Those that have equine knowledge and the problems related with horses should not be joining the ranks of PETA on false claims of abuse, especially when the equine enthusiasts themselves do not know specificaly what is abusive about it.

2.4 racing related deaths per 1000 horses that ran. If I owned 1000 horses on pasture, I would expect _at least _2.4 of them to die. And the law of horses states that those 2.4 that do die were my best/favorite two.


----------



## wr (Aug 10, 2003)

If there's problems in a particular discipline or sport, everybody is going to wear it. Let's face it, the bad ones attract more attention than the good ones ever will. Cutters and reiners are all branded for the bad hocks that some are causing and to some degree, it's a good thing because it encourages the honest ones to to police and mentor, which improves the industry but denying it ever happens allows the bad ones to keep doing what they're doing and creates more. 

Another example would be the big issue of all the sled dogs killed in BC recently. Not all sledders are bad people and I don't think I've evern heard of racers as a group culling that volume or in that manner but right now, ever dog sledder is considered a pretty bad guy but with all the scrutiny, there's going to be a lot of changes to the sport which will clean up a lot of issues. 

Essentially, it usually isn't the top or even the middle of the industry that needs to be cleaned up, it's the bottom and each time the bar is raised, it culls a few more bads.


----------



## time (Jan 30, 2011)

I agree, but....................

In racing, horses are now tested extensively for drugs. Is there ever positive tests? Yep. It's not common and 99% of these are legal for general horse health but are still in the system of the horse from days before racing. I won't give details on this untill posters have a chance to answer the questions I've posed. But I will say I have to take carefull considerations when and if I can use antibiotics to treat my horse for any ailment. Drugs have been illegal for years and years, steps to control their use has improved every year and there are yearly changes to address the issue. Despite all these changes, drugs are one of the major excuses poeple use to say bad things about racing. No mind that a horse can be tested days before a race, the day of the race including directly after a race, and days later. If my horse tests positive for an antibiotic, my licence is in jepordy. At any track, if I win, the first place I have to go, with the horse, is to the test barn. This stigma dogs the industry today and will forever, whether there is still truth to it or not. And there is no truth to it anymore.

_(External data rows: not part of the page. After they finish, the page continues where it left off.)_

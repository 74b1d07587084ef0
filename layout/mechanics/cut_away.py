"""What openings cut away along rays from the centre, and along rings about it."""

from dataclasses import dataclass

import numpy as np

from layout.mechanics.arrays import FloatArray, IntArray, counted_out
from layout.mechanics.most_covered import SLIVER, Over, stretches_between
from layout.mechanics.polar import Outlines
from layout.mechanics.turning import FULL_TURN_RAD


@dataclass(frozen=True, slots=True, kw_only=True, eq=False)
class CutAway:
    """Outlines of openings, each of which lies on the disc at several angles.

    Attributes:
        outlines: Each as it lies at an angle of 0.
        outline: Shape (n,). Which of them each opening has, rising.
        angle_rad: Shape (n,). Where it lies.
        band_mm: From where to where metal counts.
    """

    outlines: Outlines
    outline: IntArray
    angle_rad: FloatArray
    band_mm: tuple[float, float]


@dataclass(frozen=True, slots=True, kw_only=True, eq=False)
class _Spans:
    """From where to where strips lie.

    Attributes:
        from_to: Shape (n, 2).
        by_begin: Shape (n,). Their places in the order in which they begin.
        begins: Shape (n,). Where they begin, in that order.
        longest: Of all of them.
    """

    from_to: FloatArray
    by_begin: IntArray
    begins: FloatArray
    longest: float

    def over(self, place: FloatArray) -> tuple[IntArray, IntArray]:
        """Pairs of a place and a strip that lies over it, by place, then in the order in which the strips begin."""
        first = np.searchsorted(self.begins, place - self.longest)
        which, at = counted_out(first, np.searchsorted(self.begins, place) - first)
        strip = self.by_begin[at]
        over = self.from_to[strip, 1] > place[which]
        which, strip = which[over], strip[over]
        order = np.lexsort((strip, self.from_to[strip, 0], which))
        return which[order], strip[order]


def _spans(from_to: FloatArray) -> _Spans:
    by_begin = np.argsort(from_to[:, 0])
    return _Spans(
        from_to=from_to,
        by_begin=by_begin,
        begins=from_to[by_begin, 0],
        longest=float((from_to[:, 1] - from_to[:, 0]).max()),
    )


@dataclass(frozen=True, slots=True, kw_only=True, eq=False)
class Rays:
    """What is cut away along rays, in mm; stretches are of angles.

    Attributes:
        cut_away: The openings.
        strip: Shape (e,). Every strip of every opening; one that reaches past the full turn is there twice.
        turned_rad: Shape (e,). By how much it is turned.
        spans: Where these strips lie then.
    """

    cut_away: CutAway
    strip: IntArray
    turned_rad: FloatArray
    spans: _Spans

    @property
    def whole(self) -> tuple[float, float]:
        """A turn."""
        return 0.0, FULL_TURN_RAD

    def stretches(self) -> tuple[FloatArray, FloatArray]:
        """As of every Cover. A strip covers as much wherever it is turned to."""
        strips, curves = self.cut_away.outlines.by_angle, self.cut_away.outlines.curves
        low, high = curves.of(strips.low), curves.of(strips.high)
        lows, highs = (
            [np.clip(edge.radius_mm(at), *self.cut_away.band_mm) for at in strips.from_to.T] for edge in (low, high)
        )
        most_mm = np.maximum(*highs) - np.minimum(*lows)
        return stretches_between(self.spans.from_to, most_mm[self.strip], self.whole)

    def over(self, stretch: FloatArray) -> Over:
        """As of every Cover."""
        which, entry = self.spans.over(stretch.mean(axis=1))
        strips, curves = self.cut_away.outlines.by_angle, self.cut_away.outlines.curves
        low, high = (curves.of(edges[self.strip[entry]]) for edges in (strips.low, strips.high))
        lows, highs = (
            np.clip(
                [edge.radius_mm(at, turned_rad=self.turned_rad[entry]) for at in stretch[which].T],
                *self.cut_away.band_mm,
            )
            for edge in (low, high)
        )
        # Between two parallel straight pieces the width on a ray rises or falls throughout, as each of them does.
        parallel = np.abs(low.direction_rad - high.direction_rad) < SLIVER
        return Over(
            count=len(stretch),
            which=which,
            low=lows,
            high=highs,
            one_way=parallel & np.isnan(low.round_mm) & np.isnan(high.round_mm),
            is_ring=False,
        )


@dataclass(frozen=True, slots=True, kw_only=True, eq=False)
class Rings:
    """What is cut away along rings, in radians; stretches are of radii.

    All openings of one outline are cut alike by a ring, so a strip stands for that of each of them.

    Attributes:
        cut_away: The openings.
        first: Shape (t,). The first opening of each outline.
        count: Shape (t,). How many it has, maybe none; they follow each other.
        strip: Shape (e,). The strips of the outlines that openings have.
        spans: Where these strips lie.
    """

    cut_away: CutAway
    first: IntArray
    count: IntArray
    strip: IntArray
    spans: _Spans

    @property
    def whole(self) -> tuple[float, float]:
        """The band."""
        return self.cut_away.band_mm

    def stretches(self) -> tuple[FloatArray, FloatArray]:
        """As of every Cover."""
        strips, curves = self.cut_away.outlines.by_radius, self.cut_away.outlines.curves
        low, high = (curves.of(edges[self.strip]) for edges in (strips.low, strips.high))
        lows, highs = ([edge.direction_rad + edge.apart_rad(at) for at in self.spans.from_to.T] for edge in (low, high))
        most_rad = np.maximum(*highs) - np.minimum(*lows)
        times = self.count[strips.outline[self.strip]]
        return stretches_between(self.spans.from_to, most_rad * times, self.whole)

    def over(self, stretch: FloatArray) -> Over:
        """As of every Cover."""
        pair_which, entry = self.spans.over(stretch.mean(axis=1))
        strips, curves = self.cut_away.outlines.by_radius, self.cut_away.outlines.curves
        strip = self.strip[entry]
        outline = strips.outline[strip]
        pair, opening = counted_out(self.first[outline], self.count[outline])
        turned_rad = self.cut_away.angle_rad[opening]
        ends = []
        for edges in (strips.low, strips.high):
            edge = curves.of(edges[strip])
            direction_rad = edge.direction_rad[pair] + turned_rad
            ends.append(np.stack([direction_rad + edge.apart_rad(at)[pair] for at in stretch[pair_which].T]))
        return Over(
            count=len(stretch),
            which=pair_which[pair],
            low=ends[0],
            high=ends[1],
            one_way=np.zeros(len(pair), dtype=np.bool_),
            is_ring=True,
        )


def rays_of(cut_away: CutAway) -> Rays:
    """What is cut away along rays."""
    strips = cut_away.outlines.by_angle
    outlines = np.arange(len(cut_away.outlines.reach_mm))
    first = np.searchsorted(strips.outline, outlines)
    count = np.searchsorted(strips.outline, outlines, side="right") - first
    opening, strip = counted_out(first[cut_away.outline], count[cut_away.outline])
    angle_rad = cut_away.angle_rad[opening]
    turned_rad = angle_rad - FULL_TURN_RAD * np.floor((strips.from_to[strip, 0] + angle_rad) / FULL_TURN_RAD)
    past = strips.from_to[strip, 1] + turned_rad > FULL_TURN_RAD
    strip = np.concatenate([strip, strip[past]])
    turned_rad = np.concatenate([turned_rad, turned_rad[past] - FULL_TURN_RAD])
    spans = _spans(strips.from_to[strip] + turned_rad[:, None])
    return Rays(cut_away=cut_away, strip=strip, turned_rad=turned_rad, spans=spans)


def rings_of(cut_away: CutAway) -> Rings:
    """What is cut away along rings."""
    outlines = np.arange(len(cut_away.outlines.reach_mm))
    first = np.searchsorted(cut_away.outline, outlines)
    count = np.searchsorted(cut_away.outline, outlines, side="right") - first
    strips = cut_away.outlines.by_radius
    strip = np.flatnonzero(count[strips.outline])
    return Rings(cut_away=cut_away, first=first, count=count, strip=strip, spans=_spans(strips.from_to[strip]))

It does not matter if the industry addresses these issues. It doesnt matter that the industry spends millions to research, testing, track surfaces or anything else. Those that want to believe racing is bad hang on to subjective opinions no matter what the facts are. This thread proves that. 

People that do not like racing want it stoped not improved. They do not care if their claims are true or not. This thread proves that.

For this reason, my 2 cents is that the racing industry may as well quit spending all this money and apply it to purses. It has not changed the perspective of anti-racing people. Go back to no more testing for drugs. It has done nothing to dispell the drug beliefs. Quit spending money on statistics. Nobody cares. As soon as there is a picture of one horse going down, the statistics do not matter. Do not pay for anymore research. If an ex race horse gets lame at all, it will be because it was raced. Period. Save mony on security at the stables. No employees needed if no tackroom shake downs are needed. 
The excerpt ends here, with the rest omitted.